Task to carry out
Once you reach the end of the data, transcribe all of it exactly.

Source material

import { css } from 'lit';

/*
 * Styles that several elements share, written once. An element lists the shared block first and its
 * own rules after it (`static styles = [sharedBlock, css`…`]`), so its own rules win a tie.
 */

/** An editor part: a collapsible list (details, summary), its hint line and the invalid-field mark (sn-editor, sn-dynamics-panel). */
export const editorPartStyles = css`
  :host { display: block; }
  details { border-top: 1px solid #dcd7cd; padding: 6px 0 8px; }
  summary { cursor: pointer; font-weight: 600; color: #1d3a4a; padding: 2px 0; user-select: none; }
  .hint { color: #6b665e; font-size: 12px; margin: 2px 0 6px; }
  .invalid { border-color: #b3261e; background: #fdf0ef; }
`;

/** Result tables and their headings: numbers aligned, an over-limit row marked, pass and fail words (sn-results, sn-dynamics-results). */
export const resultTableStyles = css`
  :host { display: block; }
  h3 { font-size: 14px; margin: 14px 0 4px; color: #1d3a4a; }
  h4 { font-size: 13px; margin: 10px 0 2px; color: #1d3a4a; }
  table { border-collapse: collapse; font-size: 13px; margin-bottom: 4px; }
  th { text-align: left; font-size: 12px; color: #4a5258; font-weight: 600; padding: 2px 8px 2px 0; border-bottom: 1px solid #dcd7cd; white-space: nowrap; }
  td { padding: 2px 8px 2px 0; border-bottom: 1px solid #ece8e0; white-space: nowrap; }
  td.num { text-align: right; font-variant-numeric: tabular-nums; }
  tr.over td { background: #fdf0ef; font-weight: 600; }
  tr.over td:first-child { box-shadow: inset 4px 0 0 #8c1d18; padding-left: 6px; }
  .fail { color: #b3261e; font-weight: 600; }
  .ok { color: #1f5a3a; }
  .muted { color: #6b665e; font-size: 12px; }
  .wide { overflow-x: auto; max-width: 100%; }
  .nowrap { white-space: nowrap; }
  .picker select { font: inherit; margin-left: 6px; }
`;

/** An SVG chart: scaled to its box, tick labels and the title (sn-plot, sn-dynamics-chart). */
export const chartStyles = css`
  :host { display: block; }
  svg { width: 100%; height: auto; display: block; font-family: system-ui, sans-serif; }
  .tick { font-size: 11px; fill: #6b665e; }
  .title { font-size: 12.5px; font-weight: 600; fill: #1d3a4a; }
`;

Your solution
import { css } from 'lit';

/*
 * Styles that several elements share, written once. An element lists the shared block first and its
 * own rules after it (`static styles = [sharedBlock, css`…`]`), so its own rules win a tie.
 */

/** An editor part: a collapsible list (details, summary), its hint line and the invalid-field mark (sn-editor, sn-dynamics-panel). */
export const editorPartStyles = css`
  :host { display: block; }
  details { border-top: 1px solid #dcd7cd; padding: 6px 0 8px; }
  summary { cursor: pointer; font-weight: 600; color: #1d3a4a; padding: 2px 0; user-select: none; }
  .hint { color: #6b665e; font-size: 12px; margin: 2px 0 6px; }
  .invalid { border-color: #b3261e; background: #fdf0ef; }
`;

/** Result tables and their headings: numbers aligned, an over-limit row marked, pass and fail words (sn-results, sn-dynamics-results). */
export const resultTableStyles = css`
  :host { display: block; }
  h3 { font-size: 14px; margin: 14px 0 4px; color: #1d3a4a; }
  h4 { font-size: 13px; margin: 10px 0 2px; color: #1d3a4a; }
  table { border-collapse: collapse; font-size: 13px; margin-bottom: 4px; }
  th { text-align: left; font-size: 12px; color: #4a5258; font-weight: 600; padding: 2px 8px 2px 0; border-bottom: 1px solid #dcd7cd; white-space: nowrap; }
  td { padding: 2px 8px 2px 0; border-bottom: 1px solid #ece8e0; white-space: nowrap; }
  td.num { text-align: right; font-variant-numeric: tabular-nums; }
  tr.over td { background: #fdf0ef; font-weight: 600; }
  tr.over td:first-child { box-shadow: inset 4px 0 0 #8c1d18; padding-left: 6px; }
  .fail { color: #b3261e; font-weight: 600; }
  .ok { color: #1f5a3a; }
  .muted { color: #6b665e; font-size: 12px; }
  .wide { overflow-x: auto; max-width: 100%; }
  .nowrap { white-space: nowrap; }
  .picker select { font: inherit; margin-left: 6px; }
`;

/** An SVG chart: scaled to its box, tick labels and the title (sn-plot, sn-dynamics-chart). */
export const chartStyles = css`
  :host { display: block; }
  svg { width: 100%; height: auto; display: block; font-family: system-ui, sans-serif; }
  .tick { font-size: 11px; fill: #6b665e; }
  .title { font-size: 12.5px; font-weight: 600; fill: #1d3a4a; }
`;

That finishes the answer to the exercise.